Data records:
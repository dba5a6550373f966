/** The fields of maildev's REST API (`GET /api/email`) that tests read. */
export interface CapturedEmail {
  id: string;
  subject: string;
  text?: string;
  to: { address: string }[];
}

function maildevUrl(): string {
  const url = process.env.MAILDEV_API_URL;
  if (!url) throw new Error('MAILDEV_API_URL is not set: run browser tests through `npm test`');
  return url;
}

/** Polls maildev until a message to `address` whose subject matches arrives (SMTP is asynchronous). */
export async function waitForEmail(
  address: string,
  subject: RegExp,
  timeoutMs = 15_000,
): Promise<CapturedEmail> {
  const deadline = Date.now() + timeoutMs;
  while (Date.now() < deadline) {
    const res = await fetch(`${maildevUrl()}/api/email`);
    if (!res.ok) throw new Error(`maildev answered ${res.status}`);
    const found = ((await res.json()) as CapturedEmail[]).find(
      (m) =>
        m.to.some((t) => t.address.toLowerCase() === address.toLowerCase()) &&
        subject.test(m.subject),
    );
    if (found) return found;
    await new Promise((r) => setTimeout(r, 200));
  }
  throw new Error(`no e-mail to ${address} matching ${String(subject)} within ${timeoutMs} ms`);
}

/** The first link in a message's text whose path matches `path`. */
export function linkIn(message: CapturedEmail, path: RegExp): URL {
  const link = (message.text ?? '')
    .match(/https?:\/\/\S+/g)
    ?.map((l) => new URL(l))
    .find((u) => path.test(u.pathname));
  if (!link) throw new Error(`no link matching ${String(path)} in "${message.subject}"`);
  return link;
}
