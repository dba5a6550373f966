import { parseDeck } from './src/deck-parse.ts';
import { runMonteCarlo } from './src/variation/monte-carlo.ts';
import { ceStage } from './bench/circuits.ts';
const circuit = parseDeck(ceStage).circuit;
const parameters = [
  ...['r1','r2','rc','re'].map((target) => ({ target, tolerancePercent: 1 })),
  { target: 'qn.bf', tolerancePercent: 30 },
];
runMonteCarlo({ circuit, parameters, samples: 5000, seed: 'w', probes: ['nodes.c'] });
const c0 = process.cpuUsage();
for (let k = 0; k < 5; k++) runMonteCarlo({ circuit, parameters, samples: 10000, seed: k, probes: ['nodes.c'] });
const c = process.cpuUsage(c0);
console.log('cpu per sample', ((c.user + c.system) / 50000).toFixed(2), 'µs');
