import { afterAll, beforeAll, describe, expect, it } from 'vitest';
import {
  findingListSchema,
  findingSchema,
  revisionDetailSchema,
  revisionDiffSchema,
  revisionHistorySchema,
  type DiffEntry,
  type Finding,
} from '@biasproof/shared';
import { createTestApp } from '../../test-support/test-app.ts';
import { systemRows, TEST_PASSWORD } from '../../test-support/fixtures.ts';
import {
  auditEvents,
  createTeam,
  expectShape,
  newProject,
  newWorksheet,
  type OrgApi,
  type Team,
} from '../../test-support/team.ts';
import { dividerDraft, dividerWithR2 } from '../../worksheets/__tests__/worksheet-drafts.ts';
import { drainOutbox, expectDelivered, outboxOf } from './review-mail.ts';

// Reference for every number below: the unloaded 5 V divider, R1 = 1 kΩ over R2,
// Vout = 5·R2/(R1+R2) (Ohm's law), I = 5/(R1+R2); small signal: gain R2/(R1+R2), Zin = R1+R2.
const vout = (r2: number) => (5 * r2) / (1000 + r2);

describe('review and history: the whole path across three revisions', () => {
  const t = createTestApp();
  let team: Team;
  let projectId: string;
  beforeAll(async () => {
    team = await createTeam(t);
    projectId = (await newProject(team.as.ann)).id;
  });
  afterAll(() => t.close());

  const ok = async (call: Promise<{ status: number; body: unknown }>, status = 200) => {
    const res = await call;
    expect(res.status, JSON.stringify(res.body)).toBe(status);
    return res.body as Record<string, unknown>;
  };

  it('when A is returned with a major finding on a number, B is signed, and the signed worksheet is revised and C signed, then findings carry with their numbers, history and diff tell what changed, B is superseded and every e-mail arrives', async () => {
    const { ann, kim, abe } = team.as;
    const ws = await newWorksheet(ann, projectId, { ...dividerDraft(), title: 'Bias divider' });
    const step = (api: OrgApi, body: object) =>
      ok(api.post(`/worksheets/${ws.id}/transitions`, body));
    const findings = async () => {
      const body = await ok(kim.get(`/worksheets/${ws.id}/findings`));
      expectShape(findingListSchema, body);
      return (body as { items: Finding[] }).items;
    };
    await ok(
      ann.patch(`/worksheets/${ws.id}`, {
        version: 1,
        checkerId: id('kim'),
        approverId: id('abe'),
      }),
    );

    // Revision A in check; the checker pins three findings: a result, an input, an unchanged result.
    await step(ann, { action: 'submit', version: 2 });
    const major = await ok(
      kim.post(`/worksheets/${ws.id}/findings`, {
        path: 'nodes.out',
        severity: 'major',
        text: 'The output should sit near 2.0 V.',
      }),
      201,
    );
    expectShape(findingSchema, major);
    expect(major).toMatchObject({
      revision: 'A',
      carried: false,
      pinnedValue: 2.5,
      currentValue: 2.5,
      valueChanged: false,
    });
    const minor = await ok(
      kim.post(`/worksheets/${ws.id}/findings`, {
        path: 'elements.r2.value',
        severity: 'minor',
        text: 'Use an E24 value.',
      }),
      201,
    );
    expect(minor).toMatchObject({ pinnedValue: 1000, currentValue: 1000, valueChanged: false });
    await ok(
      kim.post(`/worksheets/${ws.id}/findings`, {
        path: 'nodes.in',
        severity: 'note',
        text: 'Input straight from the 5 V rail.',
      }),
      201,
    );
    const majorId = major.id as string;

    // The thread: the checker, the author and the approver reply; the status never moves.
    for (const [api, text] of [
      [kim, 'Checker: see the spec, section 4.'],
      [ann, 'Author: which tolerance applies?'],
      [abe, 'Approver: ±5 % is fine for this stage.'],
    ] as const) {
      const reply = await ok(api.post(`/findings/${majorId}/replies`, { text }));
      expect(reply).toMatchObject({ status: 'open' });
      expect((reply.replies as { kind: string; text: string }[]).at(-1)).toMatchObject({
        kind: 'reply',
        text,
      });
    }
    await step(kim, { action: 'return', version: 3, comment: 'See the findings.' });
    await ok(ann.post(`/findings/${majorId}/answer`, { text: 'R2 is now 660 Ω.' }));

    // The author's edit starts B: the findings are carried, marked where the number moved.
    const edited = await ok(
      ann.patch(`/worksheets/${ws.id}`, { version: 4, circuit: dividerWithR2(660) }),
    );
    expect(edited).toMatchObject({ revision: 'B', version: 5 });
    const carried = await findings();
    expect(carried.map((f) => [f.path, f.status, f.carried, f.valueChanged])).toEqual([
      ['nodes.out', 'answered', true, true],
      ['elements.r2.value', 'open', true, true],
      ['nodes.in', 'open', true, false],
    ]);
    expect(carried[0]!.pinnedValue).toBe(2.5);
    expect(carried[0]!.currentValue).toBeCloseTo(vout(660), 12);
    expect(carried[1]).toMatchObject({ pinnedValue: 1000, currentValue: 660 });
    expect(carried[2]).toMatchObject({ pinnedValue: 5, currentValue: 5 });

    // B in check: the carried major finding still blocks until the checker closes it.
    await step(ann, { action: 'submit', version: 5 });
    const blocked = await kim.post(`/worksheets/${ws.id}/transitions`, {
      action: 'accept',
      version: 6,
    });
    expect([blocked.status, blocked.body.error.code]).toEqual([409, 'open-findings']);
    const closed = await ok(kim.post(`/findings/${majorId}/close`, { text: 'Confirmed on B.' }));
    expect(closed).toMatchObject({ status: 'closed', carried: false, valueChanged: true });
    await step(kim, { action: 'accept', version: 6 });
    const signedB = await step(abe, {
      action: 'sign',
      version: 7,
      meaning: 'Reviewed',
      password: TEST_PASSWORD,
    });
    expect(signedB).toMatchObject({ state: 'signed_off', revision: 'B', version: 8 });
    const hashB = (signedB.currentRevision as { contentHash: string }).contentHash;

    // Revise: C is an unfrozen draft copy of B; B stays signed; revising sends no e-mail.
    const mailsBefore = (await outboxOf(t, team.org.id, ws.id)).length;
    const revised = await step(ann, { action: 'revise', version: 8 });
    expect(revised).toMatchObject({ state: 'draft', revision: 'C', version: 9 });
    expect(revised.currentRevision).toMatchObject({ frozen: false, contentHash: hashB });
    expect((await outboxOf(t, team.org.id, ws.id)).length).toBe(mailsBefore);
    expect(await auditEvents(t, team.org.id, 'worksheet.revised')).toMatchObject([
      {
        actor_user_id: id('ann'),
        target_id: ws.id,
        details: { from: 'signed_off', to: 'draft', revision: 'C', startedFrom: 'B', version: 8 },
      },
    ]);
    await ok(ann.patch(`/worksheets/${ws.id}`, { version: 9, circuit: dividerWithR2(680) }));
    await step(ann, { action: 'submit', version: 10 });
    await step(kim, { action: 'accept', version: 11 });
    const signedC = await step(abe, {
      action: 'sign',
      version: 12,
      meaning: 'Approved for release',
      password: TEST_PASSWORD,
    });
    expect(signedC).toMatchObject({ state: 'signed_off', revision: 'C', version: 13 });
    const stillOpen = (await findings()).filter((f) => f.carried);
    expect(stillOpen.map((f) => [f.path, f.revision, f.pinnedValue, f.currentValue])).toEqual([
      ['elements.r2.value', 'A', 1000, 680],
      ['nodes.in', 'A', 5, 5],
    ]);

    // History: every revision with its own state, who/when and its signatures.
    const history = await ok(team.as.max.get(`/worksheets/${ws.id}/revisions`));
    expectShape(revisionHistorySchema, history);
    const items = revisionHistorySchema.parse(history).items;
    expect(
      items.map((r) => [r.letter, r.state, r.frozen, r.findingCount, r.signatures.length]),
    ).toEqual([
      ['A', 'returned', true, 3, 0],
      ['B', 'superseded', true, 0, 1],
      ['C', 'signed_off', true, 0, 1],
    ]);
    expect(items.map((r) => r.createdBy.id)).toEqual([id('ann'), id('ann'), id('ann')]);
    expect(items.every((r) => r.submittedAt !== null)).toBe(true);
    expect(items[1]!.signatures[0]).toMatchObject({ meaning: 'Reviewed', contentHash: hashB });
    expect(items[1]!.signatures[0]!.supersededAt).not.toBeNull();
    expect(items[2]!.signatures[0]).toMatchObject({
      meaning: 'Approved for release',
      supersededAt: null,
    });
    const stored = await systemRows<{ letter: string; state: string }>(
      t,
      'SELECT letter, state FROM revisions WHERE worksheet_id = $1 ORDER BY letter',
      [ws.id],
    );
    expect(stored).toEqual([
      { letter: 'A', state: 'returned' },
      { letter: 'B', state: 'superseded' },
      { letter: 'C', state: 'signed_off' },
    ]);
    expect((await auditEvents(t, team.org.id, 'worksheet.signed')).at(-1)?.details).toMatchObject({
      revision: 'C',
      supersededRevisions: ['B'],
    });

    // One revision in full, and the number-by-number diff A → B.
    const detailA = await ok(kim.get(`/worksheets/${ws.id}/revisions/A`));
    expectShape(revisionDetailSchema, detailA);
    expect(detailA).toMatchObject({ letter: 'A', state: 'returned', frozen: true, signatures: [] });
    expect(valueOf(detailA, 'R2')).toBe(1000);
    const diff = await ok(kim.get(`/worksheets/${ws.id}/diff?from=A&to=B`));
    expectShape(revisionDiffSchema, diff);
    const { inputs, results } = revisionDiffSchema.parse(diff);
    expect(inputs).toEqual([
      {
        path: 'elements.r2.value',
        change: 'changed',
        before: 1000,
        after: 660,
        delta: -340,
        relative: -0.34,
      },
    ]);
    const moved = (path: string) => results.find((e) => e.path === path);
    expectMoved(moved('results.nodes.out'), 2.5, vout(660));
    expectMoved(moved('results.elements.r2.current'), 5 / 2000, 5 / 1660);
    expectMoved(moved('results.sources.v1'), -5 / 2000, -5 / 1660);
    expectMoved(moved('results.supplyPower'), 25 / 2000, 25 / 1660);
    expectMoved(moved('results.gain.vv'), 0.5, 660 / 1660);
    expectMoved(moved('results.zin.ohm'), 2000, 1660);
    expect(moved('results.nodes.in')).toBeUndefined();
    const bc = revisionDiffSchema.parse(await ok(kim.get(`/worksheets/${ws.id}/diff?from=B&to=C`)));
    expect(bc.inputs).toEqual([
      {
        path: 'elements.r2.value',
        change: 'changed',
        before: 660,
        after: 680,
        delta: 20,
        relative: 20 / 660,
      },
    ]);
    expectMoved(
      bc.results.find((e) => e.path === 'results.nodes.out'),
      vout(660),
      vout(680),
    );

    // Every e-mail of the path, to the right person with the worksheet's link, delivered once.
    const who = (name: string) => team.people[name]!.email;
    const rows = await outboxOf(t, team.org.id, ws.id);
    expect(rows.map((r) => `${r.kind} → ${r.to_address}`).sort()).toEqual(
      [
        ['worksheet.submitted', 'kim'],
        ['finding.raised', 'ann'],
        ['finding.raised', 'ann'],
        ['finding.raised', 'ann'],
        ['finding.replied', 'ann'], // the checker's reply
        ['finding.replied', 'kim'], // the author's reply
        ['finding.replied', 'ann'], // the approver's reply, to both parties
        ['finding.replied', 'kim'],
        ['worksheet.returned', 'ann'],
        ['finding.answered', 'kim'],
        ['worksheet.submitted', 'kim'],
        ['worksheet.accepted', 'abe'],
        ['worksheet.signed', 'ann'],
        ['worksheet.signed', 'kim'],
        ['worksheet.submitted', 'kim'],
        ['worksheet.accepted', 'abe'],
        ['worksheet.signed', 'ann'],
        ['worksheet.signed', 'kim'],
      ]
        .map(([kind, name]) => `${kind} → ${who(name!)}`)
        .sort(),
    );
    const link = `http://biasproof.test.example/o/${team.org.slug}/worksheets/${ws.id}`;
    expect(rows.every((r) => r.link === link)).toBe(true);
    const raised = rows.find(
      (r) => r.kind === 'finding.raised' && r.text_body.includes('nodes.out'),
    );
    expect(raised?.subject).toBe('Finding (major) on "Bias divider" revision A: nodes.out');
    expect(raised?.text_body).toContain('The output should sit near 2.0 V.');
    expect(rows.find((r) => r.kind === 'finding.answered')?.text_body).toContain(
      'R2 is now 660 Ω.',
    );
    await drainOutbox(t, team.org.id);
    await expectDelivered(rows, link);
  });

  const id = (name: string) => team.people[name]!.id;
});

function valueOf(detail: Record<string, unknown>, element: string): unknown {
  const circuit = detail.circuit as { elements: { name: string; value?: number }[] };
  return circuit.elements.find((e) => e.name === element)?.value;
}

/** A result entry that moved from `before` to `after`, with delta and relative change to match. */
function expectMoved(entry: DiffEntry | undefined, before: number, after: number): void {
  expect(entry?.change).toBe('changed');
  expect(entry?.before).toBeCloseTo(before, 12);
  expect(entry?.after).toBeCloseTo(after, 12);
  expect(entry?.delta).toBeCloseTo(after - before, 12);
  expect(entry?.relative).toBeCloseTo((after - before) / Math.abs(before), 12);
}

Task prompt:
Which lines in the entries above contain "deadline"? Pull each of them out.

Result of this task:
  const deadline = Date.now() + timeoutMs;
  while (Date.now() < deadline) {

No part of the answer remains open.